Question

Suppose a pure Si crystal has \( 5 \times 10^{28} \) atoms per \( \text{m}^3 \). It is doped with \( 5 \times 10^{22} \) atoms per \( \text{m}^3 \) of Arsenic. Calculate majority and minority carrier concentration in the doped silicon. (Given: \( n_i = 1.5 \times 10^{16} \, \text{m}^{-3} \))

Hint:

For doped semiconductors:

n-type → \( n \approx N_D \)
p-type → \( p \approx N_A \)
Always use \( np = n_i^2 \) for minority carriers.

Answer 1

Calculation of Majority and Minority Carrier Concentration in Doped Silicon
We are given:
- Atom density of pure Si: \( N = 5 \times 10^{28} \, \text{atoms/m}^3 \) (not directly needed here)
- Dopant concentration (Arsenic, n-type dopant): \( N_D = 5 \times 10^{22} \, \text{m}^{-3} \)
- Intrinsic carrier concentration: \( n_i = 1.5 \times 10^{16} \, \text{m}^{-3} \)
Arsenic (As) is a donor impurity, so the silicon becomes n-type.
Step 1: Majority Carrier Concentration (Electrons)
For an n-type semiconductor, the majority carriers are electrons.
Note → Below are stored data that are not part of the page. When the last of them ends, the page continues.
/// Every drawn element of the picture (not the legend, title or scale bar, nor the labels and
/// leaders themselves), parsed back from the SVG.
fn obstacles(doc: &roxmltree::Document) -> Vec<Obstacle> {
    let marker_width: f64 = doc
        .descendants()
        .find(|n| n.tag_name().name() == "marker")
        .and_then(|m| m.attribute("markerWidth"))
        .map_or(0.0, |v| v.parse().unwrap());
    let mut out = Vec::new();
    let picture = doc.descendants().filter(|n| {
        n.is_element()
            && n.ancestors().any(|a| {
                matches!(
                    a.attribute("class"),
                    Some("part" | "solved" | "cuts" | "work-zero")
                )
            })
    });
    for n in picture {
        let what = format!(
            "{} {}",
            effective(n, "class").unwrap_or("?"),
            n.attribute("data-name").unwrap_or("")
        );
        let sw: f64 = effective(n, "stroke-width").map_or(0.0, |v| v.parse().unwrap());
        let stroked = effective(n, "stroke").is_some_and(|s| s != "none");
        let half_width = if stroked { 0.5 * sw } else { 0.0 };
        match n.tag_name().name() {
            "path" => {
                let lines = path_lines(n.attribute("d").unwrap());
                let mut boxes = Vec::new();
                // The rapid's arrowhead at each inner vertex.
                if effective(n, "marker-mid").is_some() {
                    for l in &lines {
                        for p in &l[1..l.len() - 1] {
                            let r = 0.5 * marker_width * sw;
                            boxes.push((p.0 - r, p.1 - r, p.0 + r, p.1 + r));
                        }
                    }
                }
                // Filled shapes (arrowheads, diamonds) cover their box.
                if effective(n, "fill").is_some_and(|f| f != "none") {
                    for l in &lines {
                        let xs = l.iter().map(|p| p.0);
                        let ys = l.iter().map(|p| p.1);
                        boxes.push((
                            xs.clone().fold(f64::INFINITY, f64::min),
                            ys.clone().fold(f64::INFINITY, f64::min),
                            xs.fold(f64::NEG_INFINITY, f64::max),
                            ys.fold(f64::NEG_INFINITY, f64::max),
                        ));
                    }
                }
                out.push(Obstacle {
                    what,
                    lines,
                    half_width,
                    boxes,
                });
            }
            "circle" => {
                let a = |k: &str| -> f64 { n.attribute(k).unwrap().parse().unwrap() };
                let r = a("r") + half_width;
                out.push(Obstacle {
                    what,
                    lines: vec![],
                    half_width: 0.0,
                    boxes: vec![(a("cx") - r, a("cy") - r, a("cx") + r, a("cy") + r)],
                });
            }
            "text" => out.push(Obstacle {
                what,
                lines: vec![],
                half_width: 0.0,
                boxes: vec![text_box(n)],
            }),
            _ => {}
        }
    }
    out
}

const LABELS: [&str; 3] = ["ellipse-label", "hole-label", "cut-order"];

/// Every label's box is clear of every drawn line, marker and other label.
fn check_labels_clear(doc: &roxmltree::Document) -> usize {
    let things = obstacles(doc);
    assert!(things.len() > 10, "{} obstacles", things.len());
    let labels: Vec<(String, SvgBox)> = LABELS
        .iter()
        .flat_map(|c| by_class(doc, c))
        .map(|n| (text_of(n), text_box(n)))
        .collect();
    for (text, b) in &labels {
        for o in &things {
            let grown = grow(*b, o.half_width);
            for l in &o.lines {
                for w in l.windows(2) {
                    assert!(
                        !segment_meets(w[0], w[1], grown),
                        "label {text:?} {b:?} on {} near {:?}",
                        o.what,
                        w[0]
                    );
                }
            }
            for ob in &o.boxes {
                assert!(!boxes_meet(*b, *ob), "label {text:?} on {}", o.what);
            }
        }
    }
    for (i, (ta, a)) in labels.iter().enumerate() {
        for (tb, b) in &labels[i + 1..] {
            assert!(!boxes_meet(*a, *b), "labels {ta:?} and {tb:?} overlap");
        }
    }
    labels.len()
}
If the semiconductor is lightly doped such that \( N_D \gg n_i \), the majority carrier concentration \( n \) can be approximated as:
\[ n \approx N_D = 5 \times 10^{22} \, \text{m}^{-3} \]
Step 2: Minority Carrier Concentration (Holes)
The product of electron and hole concentrations is constant and equal to the square of the intrinsic carrier concentration:
\[ n \, p = n_i^2 \]
Therefore, the minority carrier concentration (holes) is:
\[ p = \frac{n_i^2}{n} = \frac{(1.5 \times 10^{16})^2}{5 \times 10^{22}} \]
Step-by-step calculation:
\[ (1.5 \times 10^{16})^2 = 2.25 \times 10^{32} \]
\[ p = \frac{2.25 \times 10^{32}}{5 \times 10^{22}} = 0.45 \times 10^{10} = 4.5 \times 10^9 \, \text{m}^{-3} \]
Step 3: Summary
- Majority carrier concentration (electrons): \( n = 5 \times 10^{22} \, \text{m}^{-3} \)
- Minority carrier concentration (holes): \( p = 4.5 \times 10^9 \, \text{m}^{-3} \)
Conclusion:
Doping silicon with donor atoms like arsenic significantly increases the electron concentration (majority carriers) while drastically reducing the hole concentration (minority carriers), making the semiconductor strongly n-type.